Many vertebrate animals, including us humans, have two eyes that are able to perceive three-dimensional structures.
But a new study has discovered that praying mantises have an altogether unique ability to see in 3D.
This so-called 3D vision - also known as stereopsis - is how creatures with binocular vision produce depth perception when they're taking in the world.
Each of our two eyes sees the world from a slightly different perspective - these are then overlaid into one image in our brains, the slight differences between the two images allowing for an instantaneous calculation of distance (hence, depth perception).
But praying mantises, with their tiny bug brains and huge bulging eyes, are a special case.
Not only are they the only insects that have stereopsis, they're actually the only invertebrates with this ability - and studying how their eyes work could help develop more effective robot eyes.
If you want to learn about how praying mantises see the world, one thing you can do is stick teeny tiny 3D glasses on their faces, and this is what researchers at the University of Newcastle in the UK have been doing for some years.
To test depth perception in praying mantises, lead author and behavioural ecologist Vivek Nityananda and his team showed the insects movies with illusory fields of depth, using a simplified version of the technology that lets us watch 3D movies at the cinema.
The praying mantises' little glasses were gently affixed to their heads with a harmless and removable piece of beeswax.
The team used two types of movie - the first type was a clip of delicious moving insect prey hovering right in front of the mantis.
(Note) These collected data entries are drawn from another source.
"""Source of the kernels that advance and count many orbits together, in lanes.

Words in capitals are expanded by `atlas.orbits.kernel_source` for the state variables and coefficients of a
family. Every lane follows its own orbit, so the result does not depend on which orbits share a group.
"""

CHUNK = 16
"""Steps between two escape tests, counted from the start of a stage."""

PART = 8
"""Steps between two visits to the histogram; a divisor of CHUNK."""

ADVANCE = '''
@compiled
def advance(x, c, key, order, before, steps, bound, outcome):
    """Advance the orbits of order; outcome becomes GONE where a test finds one outside the bound."""
    lx = np.empty((NX, LANES))
    lc = np.empty((NC, LANES))
    lg = np.empty(LANES, np.bool_)
    lk = np.empty(LANES, np.uint64)
    for first in range(0, order.size, LANES):
        lanes = min(LANES, order.size - first)
        for l in range(LANES):
            m = order[first + min(l, lanes - 1)]
            for k in range(NX):
                lx[k, l] = x[k, m]
            for k in range(NC):
                lc[k, l] = c[k, m]
            lg[l] = False
            lk[l] = key[m]
        n = before
        done = 0
        while done < steps:
            now = min(CHUNK, steps - done)
            for part in range(now // UNROLL):
                for l in range(LANES):
                    LOAD
                    for k in range(UNROLL):
                        STEP n + k + 1
                    STORE
                n += UNROLL
            BEGIN_REST
            for part in range(now % UNROLL):
                for l in range(LANES):
                    LOAD
                    STEP n + 1
                    STORE
                n += 1
            END_REST
            for l in range(LANES):
                LOAD
                lg[l] = lg[l] | OUTSIDE
            done += now
        for l in range(lanes):
            LOAD
            m = order[first + l]
            if lg[l] or OUTSIDE:
                outcome[m] = GONE
            for k in range(NX):
                x[k, m] = lx[k, l]
'''


RETURNS = '''
@compiled
def returns(x, c, order, longest, window, repeat, period, gap, size):
    """Look ahead from each orbit's state: the first exact repeat, and the nearest return up to a period."""
    lx = np.empty((NX, LANES))
    rx = np.empty((NX, LANES))
    lc = np.empty((NC, LANES))
    lr = np.empty(LANES)
    lp = np.empty(LANES)
    lg = np.empty(LANES)
    ls = np.empty(LANES)
    for first in range(0, order.size, LANES):
        lanes = min(LANES, order.size - first)
        for l in range(LANES):
            m = order[first + min(l, lanes - 1)]
            ls[l] = 0.0
            for k in range(NX):
                lx[k, l] = x[k, m]
                rx[k, l] = x[k, m]
                ls[l] = max(ls[l], abs(x[k, m]))
            for k in range(NC):
                lc[k, l] = c[k, m]
            lr[l] = 0.0
            lp[l] = 0.0
            lg[l] = np.inf
        for n in range(1, window + 1):
            number = float(n)
            beyond = 0.0 if n <= longest else np.inf
            for l in range(LANES):
                LOAD
                STEP 0
                STORE
                d = DISTANCE
                lr[l] = number if (d == 0.0) & (lr[l] == 0.0) else lr[l]
                nearer = d + beyond < lg[l]
                lg[l] = d if nearer else lg[l]
                lp[l] = number if nearer else lp[l]
                largest = LARGEST
                ls[l] = largest if largest - beyond > ls[l] else ls[l]
        for l in range(lanes):
            m = order[first + l]
            repeat[m] = int(lr[l])
            period[m] = int(lp[l])
            gap[m] = lg[l]
            size[m] = ls[l]
'''


SAMPLE = '''
@compiled
def sample(x, c, key, order, before, steps, bound, outcome, hit, base, trash, axis, edges, counts):
    """Advance the orbits of order and count every state; note the first return to where each stood."""
    low, inverse, slack = axis
    top = float(edges.size - 1)
    lx = np.empty((NX, LANES))
    rx = np.empty((NX, LANES))
    lc = np.empty((NC, LANES))
    lg = np.empty(LANES, np.bool_)
    lh = np.empty(LANES)
    lb = np.empty(LANES, np.int32)
    lk = np.empty(LANES, np.uint64)
    seen = np.empty((PART, LANES))
    cell = np.empty((PART, LANES), np.int32)
    flat = cell.reshape(-1)
    for first in range(0, order.size, LANES):
        lanes = min(LANES, order.size - first)
        for l in range(LANES):
            m = order[first + min(l, lanes - 1)]
            for k in range(NX):
                lx[k, l] = x[k, m]
                rx[k, l] = x[k, m]
            for k in range(NC):
                lc[k, l] = c[k, m]
            lg[l] = False
            lh[l] = np.inf
            lb[l] = base[m] + 1 if l < lanes else trash + 1
            lk[l] = key[m]
        n = before
        done = 0
        while done < steps:
            now = min(PART, steps - done)
            for part in range(now // UNROLL):
                at = part * UNROLL
                for l in range(LANES):
                    LOAD
                    h = lh[l]
                    for k in range(UNROLL):
                        STEP n + at + k + 1
                        seen[at + k, l] = UP
                        number = float(done + at + k + 1)
                        number = number if SAME else np.inf
                        h = number if number < h else h
                    STORE
                    lh[l] = h
            BEGIN_REST
            for k in range(now - now % UNROLL, now):
                for l in range(LANES):
                    LOAD
                    STEP n + k + 1
                    STORE
                    seen[k, l] = UP
                    number = float(done + k + 1)
                    number = number if SAME else np.inf
                    lh[l] = number if number < lh[l] else lh[l]
            END_REST
            near = False
            for k in range(now):
                for l in range(LANES):
                    t = (SCALED(seen[k, l]) - low) * inverse
                    q = np.floor(t)
                    f = t - q
                    near = near | (f < slack) | (f > 1.0 - slack)
                    q = q if q > -1.0 else -1.0
                    q = q if q < top else top
                    cell[k, l] = lb[l] + np.int32(q)
            if near:
                for k in range(now):
                    for l in range(LANES):
                        cell[k, l] = lb[l] + np.int32(cell_of(seen[k, l], axis, edges) - 1)
            for j in range(now * LANES):
                counts[np.uint32(flat[j])] += np.uint32(1)
            done += now
            n += now
            if done % CHUNK == 0 or done == steps:
                for l in range(LANES):
                    LOAD
                    lg[l] = lg[l] | OUTSIDE
        for l in range(lanes):
            m = order[first + l]
            if lg[l]:
                outcome[m] = GONE
            hit[m] = int(lh[l]) if lh[l] < np.inf else 0
            for k in range(NX):
                x[k, m] = lx[k, l]
'''
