"""How many samples each orbit gets when a config says ``samples: auto``."""

from __future__ import annotations

import math
from dataclasses import replace

import numpy as np
from numpy.typing import NDArray

from atlas.orbits.orbit import OrbitCounter
from tiles.strip import Strip

ON_PLATES, IN_TILES = 48, 16
"""Mean counts aimed at, per cell of a column's occupied range; at least 8 are promised."""

LEAST, PILOT_COLUMNS, PILOT_ROWS, PILOT_SAMPLES = 256, 128, 1024, 1024
LEAST_SHARE = 1 / 64
MOST = (1 << 32) - 1


def whole_height(rows: int, orbits_per_column: int, counts_per_cell: int) -> int:
    """Return the samples of each orbit that fill a column from end to end.

    That is enough wherever the attractor lies inside the view.
    """
    return min(max(LEAST, math.ceil(counts_per_cell * rows / orbits_per_column)), MOST // orbits_per_column)


LOOKED_AT = 256


def counts_reached(strip: Strip) -> float:
    """Return the median over columns of the mean counts per cell of the column's occupied range.

    Some 256 columns are looked at; those without counts inside the view are passed over, and without any
    there is nothing to miss: infinity.
    """
    chosen = strip.counts[:: max(1, len(strip.counts) // LOOKED_AT)]
    means = []
    for column in chosen:
        occupied = np.flatnonzero(column)
        if occupied.size:
            means.append(float(column.sum(dtype=np.uint64)) / float(occupied[-1] - occupied[0] + 1))
    return float(np.median(means)) if means else math.inf


def automatic(
    counter: OrbitCounter, counts_per_cell: int = ON_PLATES, stop: NDArray[np.uint8] | None = None
) -> int:
    """Return the samples of each orbit that give the mean counts aimed at in every column.

    A pilot of 128 columns finds which part of the samples falls inside the view and over how many cells it
    is spread. Columns with less than 1/64 of their samples inside do not raise the number further: a deep
    zoom may stay below the mean aimed at, which :func:`counts_reached` tells afterwards.

    Parameters
    ----------
    counter : OrbitCounter
        At the deepest resolution asked for; its own number of samples does not matter.
    counts_per_cell : int
        Mean counts aimed at.
    stop : ndarray of uint8, shape (1,), optional
        When another thread sets it, the pilot ends early.

    Returns
    -------
    int
    """
    rows = min(counter.rows, PILOT_ROWS)
    rules = replace(
        counter.rules,
        samples=PILOT_SAMPLES,
        values_per_column=1,
        transient_limit=max(counter.rules.transient, min(counter.rules.transient_limit, 20_000)),
    )
    pilot = counter.at(min(counter.columns, PILOT_COLUMNS), rows, rules)
    strip = pilot.count(0, pilot.columns, stop=stop).strip
    occupied = strip.counts > 0
    some = occupied.any(axis=1)
    if not some.any():
        return whole_height(counter.rows, counter.orbits_per_column, counts_per_cell)
    lowest = occupied.argmax(axis=1)
    highest = rows - 1 - occupied[:, ::-1].argmax(axis=1)
    span = (highest - lowest + 1)[some] * (counter.rows / rows)
    share = strip.counts.sum(axis=1)[some] / strip.exposure[some]
    wanted = counts_per_cell * span / np.maximum(share, LEAST_SHARE) / counter.orbits_per_column
    return min(max(LEAST, math.ceil(float(wanted.max()))), MOST // counter.orbits_per_column)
The mantis could not only see the prey, it also tried to catch it.
The second type was the same type of movie used to test depth perception in humans. Each side shows a static pattern of random dots, and a patch of dots moves outwards in a spiral.
In each individual frame, this target was indistinguishable from the background pattern - only by watching both would the movement emerge over time.
To understand the results, you need to understand that humans are very good at depth perception in still scenes, even when nothing is moving.
Mantises, on the other hand, don't need to use stereopsis on static things, since they only attack moving prey.
This means that their depth perception only focuses on things that are changing, and it works brilliantly. The mantises were able to see changes in the movies that human eyes were incapable of picking out.
"This is a completely new form of 3D vision as it is based on change over time instead of static images," Nityananda said.
"In mantises it is probably designed to answer the question 'is there prey at the right distance for me to catch?"
Because insects have such tiny brains, this information could help figure out how to develop computer vision that requires relatively little computing power, the researchers said.
The research has been published in the journal Current Biology.